The GWR method from previous article shows the following result:
***********************************************************************
* Package GWmodel *
***********************************************************************
Program starts at: 2026-03-31 22:11:23.629035
Call:
gwr.basic(formula = y ~ x1 + x2 + x3 + x4, data = data_sp, bw = bw_opt,
kernel = "bisquare", adaptive = TRUE)
Dependent (y) variable: y
Independent variables: x1 x2 x3 x4
Number of data points: 38
***********************************************************************
* Results of Global Regression *
***********************************************************************
Call:
lm(formula = formula, data = data)
Residuals:
Min 1Q Median 3Q Max
-4.7905 -0.9212 -0.2494 1.0178 5.2864
Coefficients:
Estimate Std. Error t value Pr(>|t|)
(Intercept) 4.687e+01 3.403e+00 13.774 3.08e-15 ***
x1 2.366e-06 7.326e-07 3.230 0.0028 **
x2 2.150e-01 3.778e-02 5.692 2.39e-06 ***
x3 -1.639e-01 7.613e-02 -2.152 0.0388 *
x4 2.484e+00 1.071e+00 2.319 0.0267 *
---Significance stars
Signif. codes: 0 '***' 0.001 '**' 0.01 '*' 0.05 '.' 0.1 ' ' 1
Residual standard error: 2.182 on 33 degrees of freedom
Multiple R-squared: 0.8399
Adjusted R-squared: 0.8204
F-statistic: 43.27 on 4 and 33 DF, p-value: 1.113e-12
***Extra Diagnostic information
Residual sum of squares: 157.1707
Sigma(hat): 2.089462
AIC: 173.7897
AICc: 176.4994
BIC: 167.4407
***********************************************************************
* Results of Geographically Weighted Regression *
***********************************************************************
*********************Model calibration information*********************
Kernel function: bisquare
Adaptive bandwidth: 37 (number of nearest neighbours)

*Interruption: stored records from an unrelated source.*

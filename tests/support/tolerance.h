/* SPDX-License-Identifier: BSD-2-Clause
 *
 * Test support. Every tolerance is one of four kinds, and the test says which by the constructor it calls. Needs
 * neither Criterion nor PETSc: rank cases use the same comparison. */
#ifndef EBB_TEST_TOLERANCE_H
#define EBB_TEST_TOLERANCE_H

#include <stdbool.h>
#include <stddef.h>

enum { EBB_TEST_TEXT_MAX = 512 };

struct ebb_test_tolerance {
  double limit;                     /* largest |actual - expected| that passes; NAN never passes */
  char kind[EBB_TEST_TEXT_MAX / 2]; /* which kind, and where the limit comes from */
};

/* Rounding: k units of DBL_EPSILON at a number of size `scale` (the largest term that was added, not the result of a
 * cancellation). The test explains k in a comment: operations in a row, or the condition number. */
struct ebb_test_tolerance ebb_test_rounding(double k, double scale);

/* Printed digits: half a unit of the last digit in `printed`, the number as the paper prints it ("0.41", "1.5e-3").
 * The expected value is ebb_test_printed_value of the same text. */
struct ebb_test_tolerance ebb_test_printed(const char *printed);
double ebb_test_printed_value(const char *printed);

/* Truncation: the error of `fine` that Richardson's extrapolation gives, |fine - coarse|/(refinement^order - 1), with
 * the margin below for the terms after the leading one. */
struct ebb_test_tolerance ebb_test_truncation(double coarse, double fine, double refinement, double order);

/* Solver: `multiple` times the relative tolerance requested of the solver, at a number of size `scale`. */
struct ebb_test_tolerance ebb_test_solver(double multiple, double requested, double scale);

/* True where actual is within the tolerance of expected; otherwise text says by how much it is not. name: the tested
 * expression. */
bool ebb_test_within(double actual, double expected, struct ebb_test_tolerance tolerance, const char *name,
                     char text[static EBB_TEST_TEXT_MAX]);

/* True where an error that shrank from coarse to fine, the step divided by `refinement`, did so with at least `order`
 * (less the allowance below); otherwise text says which order was seen. Errors are absolute, fine may be 0. */
bool ebb_test_has_order(double coarse_error, double fine_error, double refinement, double order,
                        char text[static EBB_TEST_TEXT_MAX]);

#endif
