/* SPDX-License-Identifier: BSD-2-Clause */
#include "support/petsc.h"

#include <slepcsys.h>
#include <stdio.h>
#include <stdlib.h>
#include <unistd.h>

PetscErrorCode ebb_test_petsc_begin(const char *program)
{
  static char name[PETSC_MAX_PATH_LEN], skip[] = "-skip_petscrc", dump[] = "-malloc_dump";
  static char *arguments[] = {name, skip, dump, NULL};
  char **pointer = arguments;
  int count = 3;
  snprintf(name, sizeof name, "%s", program);
  return SlepcInitialize(&count, &pointer, NULL, NULL);
}

PetscErrorCode ebb_test_petsc_end(char **left)
{
  /* -malloc_dump writes its list to stdout while PETSc shuts down: lend it a file */
  FILE *list = tmpfile();
  *left = NULL;
  fflush(stdout);
  int standard = dup(STDOUT_FILENO);
  if (!list || standard < 0 || dup2(fileno(list), STDOUT_FILENO) < 0) return PETSC_ERR_FILE_OPEN;
  PetscErrorCode code = SlepcFinalize();
  fflush(stdout);
  dup2(standard, STDOUT_FILENO);
  close(standard);
  fseek(list, 0, SEEK_END);
  long length = ftell(list);
  if (length > 0) {
    *left = calloc((size_t)length + 1, 1);
    rewind(list);
    if (!*left || fread(*left, 1, (size_t)length, list) != (size_t)length) code = code ? code : PETSC_ERR_FILE_READ;
  }
  fclose(list);
  return code;
}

Regression points: the same locations as observations are used.
Distance metric: Euclidean distance metric is used.
****************Summary of GWR coefficient estimates:******************
Min. 1st Qu. Median 3rd Qu. Max.
Intercept 3.2529e+01 3.7222e+01 4.0339e+01 4.2192e+01 47.3504
x1 2.1854e-06 2.2949e-06 2.5013e-06 2.5666e-06 0.0000
x2 2.3003e-01 2.4239e-01 2.5879e-01 2.8456e-01 0.3310
x3 -2.2405e-01 -2.1244e-01 -1.7582e-01 -1.1610e-01 -0.0811
x4 1.5593e+00 2.5316e+00 3.4406e+00 3.5718e+00 3.7137
************************Diagnostic information*************************
Number of data points: 38
Effective number of parameters (2trace(S) - trace(S'S)): 8.761736
Effective degrees of freedom (n-2trace(S) + trace(S'S)): 29.23826
AICc (GWR book, Fotheringham, et al. 2002, p. 61, eq 2.33): 175.5039
AIC (GWR book, Fotheringham, et al. 2002,GWR p. 96, eq. 4.22): 160.2578
BIC (GWR book, Fotheringham, et al. 2002,GWR p. 61, eq. 2.34): 142.1247
Residual sum of squares: 123.8168
R-square value: 0.873839
Adjusted R-square value: 0.8346939
***********************************************************************
Program stops at: 2026-03-31 22:11:23.710312
COMPARISON ANALYSIS
Methods bandwidth AIC R-square RSS
SGWR 37 45.918 0.874 4.799
GWR 37 160.2578 0.873839 123.8168
The table compares the performance of SGWR (Similarity and Geographically Weighted Regression) against the standard GWR (Geographically Weighted Regression). Although both models use the same bandwidth (37), their statistical efficiency differs significantly.
- Model Accuracy (R-square): Both models show very high and nearly identical explanatory power, with SGWR at 0.874 and GWR at 0.8738. This indicates that both models can account for approximately 87.4% of the variation in the dependent variable.
- Statistical Efficiency (AIC): SGWR is significantly more efficient than GWR. The AIC for SGWR (45.918) is much lower than that of GWR (160.257). In model selection, a lower AIC indicates a better fit with less complexity (parsimony).
- Error Minimization (RSS): SGWR is vastly superior in terms of precision. Its Residual Sum of Squares (RSS) is only 4.799, whereas GWR has a much higher error rate of 123.816. This suggests that SGWR’s integration of “similarity” weighting significantly reduces prediction errors compared to a purely geographical approach.
CONCLUSION
While both models capture spatial non-stationarity effectively, SGWR is the superior model. It achieves a similar R-square but with a drastically lower AIC and RSS, proving it is more reliable and precise for this specific dataset.